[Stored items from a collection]
□ □ □
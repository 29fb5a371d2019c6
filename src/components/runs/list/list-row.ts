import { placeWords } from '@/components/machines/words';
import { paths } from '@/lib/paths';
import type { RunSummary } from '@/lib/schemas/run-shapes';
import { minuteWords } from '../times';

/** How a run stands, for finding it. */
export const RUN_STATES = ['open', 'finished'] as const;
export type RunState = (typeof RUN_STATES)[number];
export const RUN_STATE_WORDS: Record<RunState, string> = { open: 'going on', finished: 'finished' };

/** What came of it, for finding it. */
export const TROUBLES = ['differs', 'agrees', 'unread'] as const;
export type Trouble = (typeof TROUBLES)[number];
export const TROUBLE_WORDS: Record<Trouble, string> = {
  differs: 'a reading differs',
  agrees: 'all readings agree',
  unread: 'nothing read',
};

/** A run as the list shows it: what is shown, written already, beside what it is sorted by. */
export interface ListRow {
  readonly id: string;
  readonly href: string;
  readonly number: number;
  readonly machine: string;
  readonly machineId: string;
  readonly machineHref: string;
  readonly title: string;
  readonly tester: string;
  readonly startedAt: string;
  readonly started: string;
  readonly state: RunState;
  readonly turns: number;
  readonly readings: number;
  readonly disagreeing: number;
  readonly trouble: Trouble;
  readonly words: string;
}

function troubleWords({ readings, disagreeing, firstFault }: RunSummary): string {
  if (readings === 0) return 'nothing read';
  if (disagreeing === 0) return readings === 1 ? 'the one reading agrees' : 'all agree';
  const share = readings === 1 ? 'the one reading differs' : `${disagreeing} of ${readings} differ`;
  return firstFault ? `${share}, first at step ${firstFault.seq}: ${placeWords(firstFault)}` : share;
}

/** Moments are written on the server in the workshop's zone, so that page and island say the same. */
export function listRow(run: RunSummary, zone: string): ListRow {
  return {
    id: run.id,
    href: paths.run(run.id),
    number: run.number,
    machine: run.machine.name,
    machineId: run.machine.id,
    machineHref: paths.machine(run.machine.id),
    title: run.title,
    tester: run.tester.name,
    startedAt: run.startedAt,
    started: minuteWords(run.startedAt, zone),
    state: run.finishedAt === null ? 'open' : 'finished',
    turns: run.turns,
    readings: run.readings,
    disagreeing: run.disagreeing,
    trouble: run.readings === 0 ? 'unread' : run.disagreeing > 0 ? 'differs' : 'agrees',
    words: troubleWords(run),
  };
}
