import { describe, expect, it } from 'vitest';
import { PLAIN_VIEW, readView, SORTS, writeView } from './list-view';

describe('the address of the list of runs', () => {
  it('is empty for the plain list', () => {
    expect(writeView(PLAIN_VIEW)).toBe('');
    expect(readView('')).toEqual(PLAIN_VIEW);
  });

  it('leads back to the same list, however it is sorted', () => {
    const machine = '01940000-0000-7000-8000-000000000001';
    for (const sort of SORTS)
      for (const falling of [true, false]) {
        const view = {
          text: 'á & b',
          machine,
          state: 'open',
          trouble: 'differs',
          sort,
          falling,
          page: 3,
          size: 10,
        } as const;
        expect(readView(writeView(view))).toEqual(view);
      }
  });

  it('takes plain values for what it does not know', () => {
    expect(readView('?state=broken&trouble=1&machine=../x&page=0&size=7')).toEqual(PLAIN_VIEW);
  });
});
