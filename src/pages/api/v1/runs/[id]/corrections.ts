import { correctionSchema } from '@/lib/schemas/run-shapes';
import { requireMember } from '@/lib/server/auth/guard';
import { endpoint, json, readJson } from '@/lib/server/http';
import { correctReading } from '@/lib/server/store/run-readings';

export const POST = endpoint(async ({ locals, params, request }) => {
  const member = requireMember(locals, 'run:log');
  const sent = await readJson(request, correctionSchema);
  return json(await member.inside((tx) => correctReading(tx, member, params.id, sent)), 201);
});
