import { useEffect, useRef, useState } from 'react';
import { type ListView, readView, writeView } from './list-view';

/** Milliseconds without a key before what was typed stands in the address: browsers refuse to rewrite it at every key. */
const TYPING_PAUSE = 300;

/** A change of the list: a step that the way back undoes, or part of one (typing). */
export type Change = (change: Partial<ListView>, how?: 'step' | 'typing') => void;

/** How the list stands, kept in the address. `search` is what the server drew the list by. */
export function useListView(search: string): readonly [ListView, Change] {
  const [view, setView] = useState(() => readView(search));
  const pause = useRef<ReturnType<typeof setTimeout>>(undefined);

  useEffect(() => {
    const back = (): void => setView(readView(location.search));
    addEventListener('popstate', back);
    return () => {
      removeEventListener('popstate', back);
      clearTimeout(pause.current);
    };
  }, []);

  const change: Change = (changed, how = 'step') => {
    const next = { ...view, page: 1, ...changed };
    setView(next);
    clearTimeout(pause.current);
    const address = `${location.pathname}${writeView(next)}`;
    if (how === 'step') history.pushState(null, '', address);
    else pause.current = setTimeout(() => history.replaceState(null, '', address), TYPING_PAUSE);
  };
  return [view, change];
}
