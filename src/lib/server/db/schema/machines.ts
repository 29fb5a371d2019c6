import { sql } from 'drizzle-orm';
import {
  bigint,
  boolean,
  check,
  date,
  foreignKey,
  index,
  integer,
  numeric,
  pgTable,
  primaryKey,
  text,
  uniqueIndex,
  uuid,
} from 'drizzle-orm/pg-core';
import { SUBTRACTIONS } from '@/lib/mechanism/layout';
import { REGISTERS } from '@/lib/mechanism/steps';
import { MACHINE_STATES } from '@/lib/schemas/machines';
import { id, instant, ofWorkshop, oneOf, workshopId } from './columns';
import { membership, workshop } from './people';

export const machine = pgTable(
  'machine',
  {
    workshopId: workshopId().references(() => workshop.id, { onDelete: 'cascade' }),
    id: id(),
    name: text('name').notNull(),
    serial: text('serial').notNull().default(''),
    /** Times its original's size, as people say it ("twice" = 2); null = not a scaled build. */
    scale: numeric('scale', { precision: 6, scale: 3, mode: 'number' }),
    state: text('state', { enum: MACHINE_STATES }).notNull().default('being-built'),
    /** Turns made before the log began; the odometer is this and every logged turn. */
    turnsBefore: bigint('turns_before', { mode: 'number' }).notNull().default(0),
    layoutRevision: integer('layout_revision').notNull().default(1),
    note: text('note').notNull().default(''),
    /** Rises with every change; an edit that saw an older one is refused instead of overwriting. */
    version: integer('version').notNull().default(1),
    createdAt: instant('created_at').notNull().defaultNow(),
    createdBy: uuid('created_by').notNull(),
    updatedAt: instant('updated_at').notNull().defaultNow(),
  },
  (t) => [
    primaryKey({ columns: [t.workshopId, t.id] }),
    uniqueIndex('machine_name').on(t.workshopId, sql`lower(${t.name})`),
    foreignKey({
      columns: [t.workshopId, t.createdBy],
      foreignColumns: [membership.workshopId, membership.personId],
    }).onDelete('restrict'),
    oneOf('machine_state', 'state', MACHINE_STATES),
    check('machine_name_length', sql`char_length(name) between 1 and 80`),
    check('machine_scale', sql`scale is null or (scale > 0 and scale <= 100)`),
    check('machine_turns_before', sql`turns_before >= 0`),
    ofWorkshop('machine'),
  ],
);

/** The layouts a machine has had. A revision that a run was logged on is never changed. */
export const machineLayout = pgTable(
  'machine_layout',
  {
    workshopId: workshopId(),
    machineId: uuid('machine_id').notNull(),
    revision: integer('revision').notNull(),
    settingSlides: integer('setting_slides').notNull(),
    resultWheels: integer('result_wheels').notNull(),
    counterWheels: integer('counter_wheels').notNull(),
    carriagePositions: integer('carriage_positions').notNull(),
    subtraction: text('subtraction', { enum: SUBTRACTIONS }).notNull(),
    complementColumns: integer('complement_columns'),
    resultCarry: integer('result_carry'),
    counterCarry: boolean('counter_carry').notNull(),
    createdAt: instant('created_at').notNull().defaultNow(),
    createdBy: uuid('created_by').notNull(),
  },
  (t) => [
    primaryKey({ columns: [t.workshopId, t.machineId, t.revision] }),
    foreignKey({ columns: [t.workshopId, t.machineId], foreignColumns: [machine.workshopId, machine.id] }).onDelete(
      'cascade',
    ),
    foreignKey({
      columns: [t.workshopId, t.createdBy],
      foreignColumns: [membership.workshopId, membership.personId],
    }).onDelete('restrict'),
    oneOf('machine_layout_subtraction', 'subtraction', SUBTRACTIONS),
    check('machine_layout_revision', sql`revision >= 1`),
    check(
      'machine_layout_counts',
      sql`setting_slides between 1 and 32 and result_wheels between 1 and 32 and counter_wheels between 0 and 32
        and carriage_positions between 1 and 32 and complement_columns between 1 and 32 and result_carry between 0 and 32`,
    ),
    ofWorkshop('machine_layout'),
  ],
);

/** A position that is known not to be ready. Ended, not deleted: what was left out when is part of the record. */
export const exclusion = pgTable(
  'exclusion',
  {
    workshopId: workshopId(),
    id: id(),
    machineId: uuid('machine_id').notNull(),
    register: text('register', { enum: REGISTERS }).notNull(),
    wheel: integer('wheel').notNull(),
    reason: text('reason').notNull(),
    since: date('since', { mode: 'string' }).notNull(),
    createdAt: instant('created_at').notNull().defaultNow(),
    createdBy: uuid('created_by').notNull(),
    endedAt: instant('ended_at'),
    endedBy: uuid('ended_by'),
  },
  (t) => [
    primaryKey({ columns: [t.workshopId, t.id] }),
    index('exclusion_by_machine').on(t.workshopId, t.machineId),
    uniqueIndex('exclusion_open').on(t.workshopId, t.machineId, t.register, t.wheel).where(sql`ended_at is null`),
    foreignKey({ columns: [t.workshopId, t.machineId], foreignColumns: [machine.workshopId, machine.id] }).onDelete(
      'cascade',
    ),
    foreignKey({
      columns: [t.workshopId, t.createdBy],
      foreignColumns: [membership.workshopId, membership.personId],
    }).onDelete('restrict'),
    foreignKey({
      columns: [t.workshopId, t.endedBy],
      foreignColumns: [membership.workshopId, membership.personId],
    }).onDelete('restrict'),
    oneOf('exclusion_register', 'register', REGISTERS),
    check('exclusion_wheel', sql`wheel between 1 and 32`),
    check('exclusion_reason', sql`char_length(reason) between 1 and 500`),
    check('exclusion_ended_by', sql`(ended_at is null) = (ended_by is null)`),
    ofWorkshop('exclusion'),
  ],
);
□ □ □
Lines of the data that include the string "zone" are to be counted; report the total by itself.

3